▶ _Exercise details_:
The answer must be an exact reproduction of the lines from the start of the records below through the line containing "for img in images", and nothing more.

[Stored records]
- - -
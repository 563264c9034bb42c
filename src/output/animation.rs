//! `animation.gif`: the run's frames as one looping animation that plays in about ten
//! seconds, encoded with the `image` crate's GIF encoder at its fast quantisation setting.

use super::{write_atomic_with, OutputError};
use image::codecs::gif::{GifEncoder, Repeat};
use image::{Delay, Frame};
use std::path::{Path, PathBuf};

/// Seconds the whole animation plays for.
pub const PLAY_SECONDS: f64 = 10.0;

/// Shortest frame delay browsers honour, ms (shorter delays are often shown slower).
const MIN_DELAY_MS: u32 = 20;

/// Writes the PNG `frames` (in order) as a looping GIF at `path`, each shown for
/// `PLAY_SECONDS / frames` (at least 20 ms).
pub fn write_gif(frames: &[PathBuf], path: &Path) -> Result<(), OutputError> {
    if frames.is_empty() {
        return Err(OutputError::invalid(path, "no frames to animate"));
    }
    let delay_ms = ((PLAY_SECONDS * 1000.0 / frames.len() as f64).round() as u32).max(MIN_DELAY_MS);
    let mut images = Vec::with_capacity(frames.len());
    for f in frames {
        let img = image::open(f).map_err(|e| OutputError::invalid(f, format!("cannot read the frame: {e}")))?;
        images.push(img.to_rgba8());
    }
    write_atomic_with(path, |w| {
        let mut enc = GifEncoder::new_with_speed(w, 10);
        enc.set_repeat(Repeat::Infinite).map_err(std::io::Error::other)?;
        for img in images {
            let frame = Frame::from_parts(img, 0, 0, Delay::from_numer_denom_ms(delay_ms, 1));
            enc.encode_frame(frame).map_err(std::io::Error::other)?;
        }
        Ok(())
    })
}
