/// One line of a line plot.
#[derive(Debug, Clone, Copy)]
pub struct Series<'a> {
    /// Legend name.
    pub name: &'a str,
    /// Abscissae.
    pub x: &'a [f64],
    /// Ordinates (non-finite values, and non-positive ones on a log axis, break the line).
    pub y: &'a [f64],
    /// Drawn thicker in dark ink (the reference).
    pub emphasis: bool,
}

/// A line plot.
#[derive(Debug, Clone, Copy)]
pub struct LinePlot<'a> {
    /// Title on top.
    pub title: &'a str,
    /// Label of the x axis.
    pub x_label: &'a str,
    /// Label of the y axis.
    pub y_label: &'a str,
    /// The lines.
    pub series: &'a [Series<'a>],
    /// Logarithmic x axis.
    pub log_x: bool,
    /// Logarithmic y axis.
    pub log_y: bool,
}

const PLOT_W: u32 = 900;
const PLOT_H: u32 = 560;
const LEFT: u32 = 90;
const RIGHT: u32 = 220;
const TOP: u32 = 60;
const BOTTOM: u32 = 64;

/// Axis range and ticks (values and labels) for data in `[lo, hi]`.
fn axis(lo: f64, hi: f64, log: bool) -> ((f64, f64), Vec<(f64, String)>) {
    if log {
        let (a, b) = (lo.log10().floor(), hi.log10().ceil());
        let b = if b <= a { a + 1.0 } else { b };
        let step = ((b - a) / 6.0).ceil().max(1.0);
        let mut t = Vec::new();
        let mut e = a;
        while e <= b + 1e-9 {
            t.push((10f64.powf(e), format!("1e{}", e as i64)));
            e += step;
        }
        return ((10f64.powf(a), 10f64.powf(b)), t);
    }
    let (lo, hi) = if hi > lo {
        (lo, hi)
    } else {
        (lo - 0.5 * lo.abs().max(1.0), hi + 0.5 * hi.abs().max(1.0))
    };
    let raw = (hi - lo) / 5.0;
    let mag = 10f64.powf(raw.log10().floor());
    let step = [1.0, 2.0, 2.5, 5.0, 10.0]
        .iter()
        .map(|m| m * mag)
        .find(|&s| s >= raw)
        .unwrap_or(10.0 * mag);
    let (a, b) = ((lo / step).floor() * step, (hi / step).ceil() * step);
    let mut t = Vec::new();
    let mut k = 0.0;
    while a + k * step <= b + 1e-9 * step {
        let v = a + k * step;
        let v = if v.abs() < 1e-12 * step { 0.0 } else { v };
        t.push((v, fmt_num(v)));
        k += 1.0;
    }
    ((a, b), t)
}

/// A line with a square brush of `w` pixels.
fn line(img: &mut RgbImage, (x0, y0): (f64, f64), (x1, y1): (f64, f64), w: i64, rgb: [u8; 3]) {
    let n = ((x1 - x0).abs().max((y1 - y0).abs()).ceil() as i64).clamp(1, 20_000);
    for k in 0..=n {
        let t = k as f64 / n as f64;
        let (x, y) = (x0 + t * (x1 - x0), y0 + t * (y1 - y0));
        for a in 0..w {
            for b in 0..w {
                put(img, x.round() as i64 + a - w / 2, y.round() as i64 + b - w / 2, rgb);
            }
        }
    }
}
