//! CF-1.8 NetCDF-3 files of 2D maps: any number of `(y, x)` variables of 64-bit floats over
//! one grid, each with its own units, `long_name`, optional `valid_range` and `comment`, and a
//! `_FillValue` ([`FILL_VALUE`]) for NaN (land). Used for per-cell results that are not a time
//! series, such as the ensemble maps of a sweep. The file is written to a temporary name and
//! renamed into place, as every other output.

use std::path::Path;

use netcdf3::{DataSet, FileWriter, Version};

use super::{AtomicFile, OutputError, FILL_VALUE};

/// One `(y, x)` variable of a map file.
#[derive(Debug, Clone, Copy)]
pub struct MapVar<'a> {
    /// Variable name (a valid NetCDF name other than `x` and `y`).
    pub name: &'a str,
    /// `long_name` attribute.
    pub long_name: &'a str,
    /// `units` attribute (`1` for a fraction).
    pub units: &'a str,
    /// `valid_range` attribute, written when given.
    pub valid_range: Option<(f64, f64)>,
    /// `comment` attribute, written when not empty.
    pub comment: &'a str,
    /// `ny * nx` values, row-major, row 0 south; NaN is written as [`FILL_VALUE`].
    pub values: &'a [f64],
}

/// Writes `vars` over the cell centres `x` (west to east) and `y` (south to north), in metres,
/// to `path` with the global attributes `Conventions`, `title`, `history` and `source`.
pub fn write_maps(
    path: &Path,
    x: &[f64],
    y: &[f64],
    vars: &[MapVar],
    title: &str,
    history: &str,
) -> Result<(), OutputError> {
    let n = x.len() * y.len();
    if x.is_empty() || y.is_empty() {
        return Err(OutputError::invalid(path, "empty grid"));
    }
    for v in vars {
        if !netcdf3::is_valid_name(v.name) || ["x", "y"].contains(&v.name) {
            return Err(OutputError::invalid(
                path,
                format!("`{}` is not usable as a NetCDF variable name", v.name),
            ));
        }
        if v.values.len() != n {
            return Err(OutputError::invalid(
                path,
                format!("{} has {} values, expected ny*nx = {n}", v.name, v.values.len()),
            ));
        }
    }
    let nc = |e: &dyn std::fmt::Debug| OutputError::NetCdf {
        path: path.to_path_buf(),
        message: format!("{e:?}"),
    };
    let build = || -> Result<DataSet, netcdf3::InvalidDataSet> {
        let mut ds = DataSet::new();
        ds.add_fixed_dim("y", y.len())?;
        ds.add_fixed_dim("x", x.len())?;
        for (name, long, axis, std) in [
            (
                "y",
                "y coordinate of cell centre (northward)",
                "Y",
                "projection_y_coordinate",
            ),
            (
                "x",
                "x coordinate of cell centre (eastward)",
                "X",
                "projection_x_coordinate",
            ),
        ] {
            ds.add_var_f64(name, &[name])?;
            ds.add_var_attr_string(name, "standard_name", std)?;
            ds.add_var_attr_string(name, "long_name", long)?;
            ds.add_var_attr_string(name, "units", "m")?;
            ds.add_var_attr_string(name, "axis", axis)?;
        }
        for v in vars {
            ds.add_var_f64(v.name, &["y", "x"])?;
            ds.add_var_attr_string(v.name, "long_name", v.long_name)?;
            ds.add_var_attr_string(v.name, "units", v.units)?;
            if let Some((lo, hi)) = v.valid_range {
                ds.add_var_attr_f64(v.name, "valid_range", vec![lo, hi])?;
            }
            if !v.comment.is_empty() {
                ds.add_var_attr_string(v.name, "comment", v.comment)?;
            }
            ds.add_var_attr_f64(v.name, "_FillValue", vec![FILL_VALUE])?;
        }
        ds.add_global_attr_string("Conventions", "CF-1.8")?;
        ds.add_global_attr_string("title", title)?;
        ds.add_global_attr_string("history", history)?;
        ds.add_global_attr_string("source", format!("tinct {}", env!("CARGO_PKG_VERSION")))?;
        Ok(ds)
    };
    let ds = build().map_err(|e| nc(&e))?;
    let atomic = AtomicFile::create(path)?;
    {
        let mut fw = FileWriter::open(atomic.path_tmp()).map_err(|e| nc(&e))?;
        fw.set_def(&ds, Version::Offset64Bit, 0).map_err(|e| nc(&e))?;
        fw.write_var_f64("x", x).map_err(|e| nc(&e))?;
        fw.write_var_f64("y", y).map_err(|e| nc(&e))?;
        let mut data = Vec::with_capacity(n);
        for v in vars {
            data.clear();
            data.extend(v.values.iter().map(|&c| if c.is_nan() { FILL_VALUE } else { c }));
            fw.write_var_f64(v.name, &data).map_err(|e| nc(&e))?;
        }
        fw.close().map_err(|e| nc(&e))?;
    }
    atomic.commit()
}

#[cfg(test)]
mod tests {
    use super::*;

    #[test]
    fn two_maps_round_trip_with_fill_and_attributes() {
        let d = tempfile::tempdir().unwrap();
        let p = d.path().join("maps.nc");
        let a = [0.0, 0.5, f64::NAN, 1.0, 0.25, 0.75];
        let b = [1.0, 2.0, f64::NAN, 4.0, 5.0, 6.0];
        let vars = [
            MapVar {
                name: "probability_above_1e-6",
                long_name: "probability",
                units: "1",
                valid_range: Some((0.0, 1.0)),
                comment: "fraction of members",
                values: &a,
            },
            MapVar {
                name: "c_max_ensemble",
                long_name: "largest",
                units: "kg/m3",
                valid_range: None,
                comment: "",
                values: &b,
            },
        ];
        write_maps(&p, &[5.0, 15.0, 25.0], &[1.0, 3.0], &vars, "t", "h").unwrap();
        let mut r = netcdf3::FileReader::open(&p).unwrap();
        let ds = r.data_set();
        assert_eq!(ds.get_global_attr_as_string("Conventions").unwrap(), "CF-1.8");
        assert_eq!(ds.get_var("c_max_ensemble").unwrap().dim_names(), ["y", "x"]);
        let name = "probability_above_1e-6";
        assert_eq!(ds.get_var_attr_f64(name, "valid_range").unwrap(), [0.0, 1.0]);
        assert_eq!(ds.get_var_attr_as_string(name, "units").unwrap(), "1");
        assert!(!ds.has_var_attr("c_max_ensemble", "valid_range").unwrap());
        let got = r.read_var_f64(name).unwrap();
        assert_eq!(got, [0.0, 0.5, FILL_VALUE, 1.0, 0.25, 0.75]);
        assert_eq!(r.read_var_f64("x").unwrap(), [5.0, 15.0, 25.0]);
        assert!(write_maps(&p, &[0.0], &[0.0], &vars, "t", "h").is_err());
        assert_eq!(std::fs::read_dir(d.path()).unwrap().count(), 1);
    }
}
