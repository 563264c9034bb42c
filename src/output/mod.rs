//! Output writers for tinct. This module depends on no other tinct module.
//!
//! - [`atomic`]: atomic file replacement ([`write_atomic`], [`write_atomic_with`],
//!   [`AtomicFile`]), used by every writer below.
//! - [`colour`]: the project's own colour ramps ([`Ramp`], [`ramp_rgb`]),
//!   [`ColourScale`] and [`normalise`], the land shade [`LAND_RGB`].
//! - [`decor`]: axes in metres, scale bar, north arrow and source/receptor markers
//!   ([`Extent`], [`Marker`], [`MarkerKind`]), shared by frames and maps.
//! - [`frame`]: PNG concentration frames ([`FrameSpec`], [`render_frame`],
//!   [`write_frame_png`], [`frame_layout`], [`format_time`]).
//! - [`maps`]: PNG maps of per-cell diagnostics (categorical with a legend, continuous with a
//!   colour bar) for `tinct check`.
//! - [`netcdf`]: CF-1.8 NetCDF-3 field files ([`FieldsWriter`], [`FieldMeta`],
//!   [`FILL_VALUE`]), written record by record.
//! - [`ncmaps`]: CF-1.8 NetCDF-3 files of several 2D `(y, x)` maps ([`ncmaps::write_maps`]).
//! - [`chart`]: line charts drawn with plotters ([`chart::Chart`]: linear or log axes,
//!   reference lines, marked points, a legend sized from its text).
//! - [`plot`]: study panels of equally scaled map tiles and the PNG writer [`plot::write_png`].
//! - [`error`]: [`OutputError`], naming the file in every variant.
//! - `text` (private): antialiased text drawing with the embedded DejaVu Sans.

pub mod animation;
pub mod atomic;
pub mod chart;
pub mod colour;
pub mod decor;
mod draw;
pub mod error;
pub mod frame;
pub mod maps;
pub mod ncmaps;
pub mod netcdf;
pub mod plot;
mod text;

pub use atomic::{write_atomic, write_atomic_with, AtomicFile};
pub use colour::{normalise, ramp_rgb, ColourScale, Ramp, LAND_RGB, NAN_RGB};
pub use decor::{Extent, Marker, MarkerKind};
pub use error::OutputError;
pub use frame::{format_time, frame_layout, render_frame, write_frame_png, FrameLayout, FrameSpec};
pub use netcdf::{FieldMeta, FieldsWriter, FILL_VALUE};
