/// `values` (`nx * ny`, row 0 south, as a checkpoint keeps them) as a (ny, nx) view; another
/// length (a damaged record) is an output error naming `path`.
fn cells_view<'a>(
    grid: &crate::grid::Grid,
    values: &'a [f64],
    path: &Path,
) -> Result<ArrayView2<'a, f64>, OutputError> {
    ArrayView2::from_shape(grid.shape(), values).map_err(|_| {
        OutputError::invalid(
            path,
            format!(
                "a field of {} values, expected ny * nx = {}",
                values.len(),
                grid.cells()
            ),
        )
    })
}
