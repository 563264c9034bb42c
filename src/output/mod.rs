//! Output writers (frames, NetCDF, atomic files): filled in by the output work.
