/// A labelled point on the map.
#[derive(Debug, Clone, PartialEq)]
pub struct Marker {
    /// Easting, m.
    pub x: f64,
    /// Northing, m.
    pub y: f64,
    /// Text drawn next to the symbol.
    pub label: String,
    /// Which symbol.
    pub kind: MarkerKind,
}

/// Fill of the source triangle: a saturated signal orange that lies on neither ramp.
pub const SOURCE_RGB: [u8; 3] = [240, 96, 24];
/// Fill of the receptor ring.
pub const RECEPTOR_RGB: [u8; 3] = [255, 255, 255];
/// Halo drawn around marker labels and behind the scale bar's light half.
const HALO: [u8; 3] = [255, 255, 255];

/// Axis label size, pixels per em.
pub(crate) const AXIS_PX: f32 = 12.0;
const AXIS_TICK: u32 = 4;
/// Smallest spacing of x and y tick labels, pixels.
const X_SPACING: f64 = 90.0;
const Y_SPACING: f64 = 40.0;
const MARKER_PX: f32 = 13.0;
const TRI_HALF: f64 = 7.0;
const RING_OUT: f64 = 6.5;
const RING_IN: f64 = 3.5;

/// Smallest 1-2-5 step (m) whose spacing on a `span_m` wide axis of `pixels` is at least
/// `min_px`; `None` for an unusable axis.
fn tick_step(span_m: f64, pixels: u32, min_px: f64) -> Option<f64> {
    if !(span_m > 0.0 && span_m.is_finite()) || pixels == 0 {
        return None;
    }
    let raw = span_m * min_px / f64::from(pixels);
    let mag = 10f64.powf(raw.log10().floor());
    [1.0, 2.0, 5.0, 10.0]
        .iter()
        .map(|m| m * mag)
        .find(|&s| s >= raw * (1.0 - 1e-12))
        .filter(|s| s.is_normal())
}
- - -
▶ _Written answer_:
repository 563264c9034bb42c
filename src/output/animation.rs
//! `animation.gif`: the run's frames as one looping animation that plays in about ten
//! seconds, encoded with the `image` crate's GIF encoder at its fast quantisation setting.

use super::{write_atomic_with, OutputError};
use image::codecs::gif::{GifEncoder, Repeat};
use image::{Delay, Frame};
use std::path::{Path, PathBuf};

/// Seconds the whole animation plays for.
pub const PLAY_SECONDS: f64 = 10.0;

/// Shortest frame delay browsers honour, ms (shorter delays are often shown slower).
const MIN_DELAY_MS: u32 = 20;

/// Writes the PNG `frames` (in order) as a looping GIF at `path`, each shown for
/// `PLAY_SECONDS / frames` (at least 20 ms).
pub fn write_gif(frames: &[PathBuf], path: &Path) -> Result<(), OutputError> {
    if frames.is_empty() {
        return Err(OutputError::invalid(path, "no frames to animate"));
    }
    let delay_ms = ((PLAY_SECONDS * 1000.0 / frames.len() as f64).round() as u32).max(MIN_DELAY_MS);
    let mut images = Vec::with_capacity(frames.len());
    for f in frames {
        let img = image::open(f).map_err(|e| OutputError::invalid(f, format!("cannot read the frame: {e}")))?;
        images.push(img.to_rgba8());
    }
    write_atomic_with(path, |w| {
        let mut enc = GifEncoder::new_with_speed(w, 10);
        enc.set_repeat(Repeat::Infinite).map_err(std::io::Error::other)?;
        for img in images {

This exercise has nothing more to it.